You get a list of all the banks where accounts are held and send them a letter
asking for confirmation of the balance. This proves existence of the balances
and helps with completeness as sometimes they send back balances you didn’t
know about from the accounts! If the letters don’t come back, you chase them
because, in my experience, the partner would not sign off unless all cash was
accounted for. There was always a significant risk associated with cash so
providing a clear audit opinion in the absence of cash confirms is not a very
smart move. Other procedures include checking reconciliations and “cut off” to
make sure cash swept from one account to another is counted and / or not
double counted. We would also get literally all the bank statements too and
some poor graduate would have to “substantively audit” them. So yes... We used
to do a lot of work in this area.

What happened with Wirecard? Who knows?! Seems like the team didn’t do their
job properly because in my experience, it’s fairly easy to spot missing cash.

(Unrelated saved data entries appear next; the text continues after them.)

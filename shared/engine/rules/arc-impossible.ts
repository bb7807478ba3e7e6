import type { FindingData } from '../report/report';
import { figure, text } from './finding-data';
import { reportProblem } from './report-problem';
import { defineRule, type LengthWords, type Wording } from './rule';

/** An arc that no circle can be drawn for (NISTIR 6556 section 3.5.3, errors 7, 69, 86, 89, 92, 101, 197). */
export const arcImpossible = defineRule({
  id: 'arc-impossible',
  group: 'arcs-and-cycles',
  title: 'An arc that cannot be drawn',
  severity: 'stop',
  protects: 'The run from an alarm in the middle of the work.',
  explanation:
    'A radius of less than half the way from start to end, a radius arc that ends where it starts, a centre on the start point, a centre letter of another plane, or a radius together with a centre: each has no arc, or more than one. The walk goes on from the end point as written.',
  examples: {
    bad: 'G21 G90 G54 G17\nG0 X0 Y0\nG2 X20 Y0 R5 F500\nM30',
    good: 'G21 G90 G54 G17\nG0 X0 Y0\nG2 X20 Y0 R10 F500\nM30',
  },
  word: wordReason,
  observe: (_shop, report) =>
    reportProblem(report, 'arc-impossible', (facts) => text(facts, 'reason')),
});

function wordReason(data: FindingData, { length }: LengthWords): Wording {
  switch (text(data, 'reason')) {
    case 'radius-short':
      return {
        message: `The radius of ${length(figure(data, 'radius'))} is ${length(figure(data, 'short'))} too small: start and end are ${length(2 * figure(data, 'halfChord'))} apart.`,
        advice: 'Give the true radius, or the centre in its place.',
      };
    case 'ends-where-it-starts':
      return {
        message: 'A radius arc ends where it starts, so its centre could lie anywhere around.',
        advice: 'Write a full circle with its centre words, or mend the end point.',
      };
    case 'centre-letter':
      return {
        message: `The ${text(data, 'what')} word is no centre word of the ${text(data, 'plane').toUpperCase()} plane now in force.`,
        advice: 'Select the plane the arc is meant for (G17, G18 or G19), or mend the letter.',
      };
    case 'radius-and-centre':
      return {
        message: 'The arc gives both a radius and a centre, and they may disagree.',
        advice: 'Leave one of the two out.',
      };
    case 'no-plane-word':
      return {
        message: 'The arc names no axis of its plane, so it has no end point there.',
        advice: 'Write at least one axis word of the plane; a full circle repeats its start.',
      };
    default:
      return {
        message: 'The centre of the arc lies on its start point, so it has no radius.',
        advice: 'Mend the centre words.',
      };
  }
}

And 1.9 billion of it...! The article states that EY didn’t “verify cash
balances”... I’m not sure what that means - “verify” is a dirty word in audit
because it’s not specific enough. I find it hard to believe they didn’t send
bank confirms but if they didn’t then that’s an unforgivable mistake.

It’s also worth noting that auditors are not responsible for detecting fraud
but clearly if something odd is going on and they find it, then it will be
raised. In my experience most wrong things that we asked our clients to adjust
were due to incompetence or over valuing illiquid securities.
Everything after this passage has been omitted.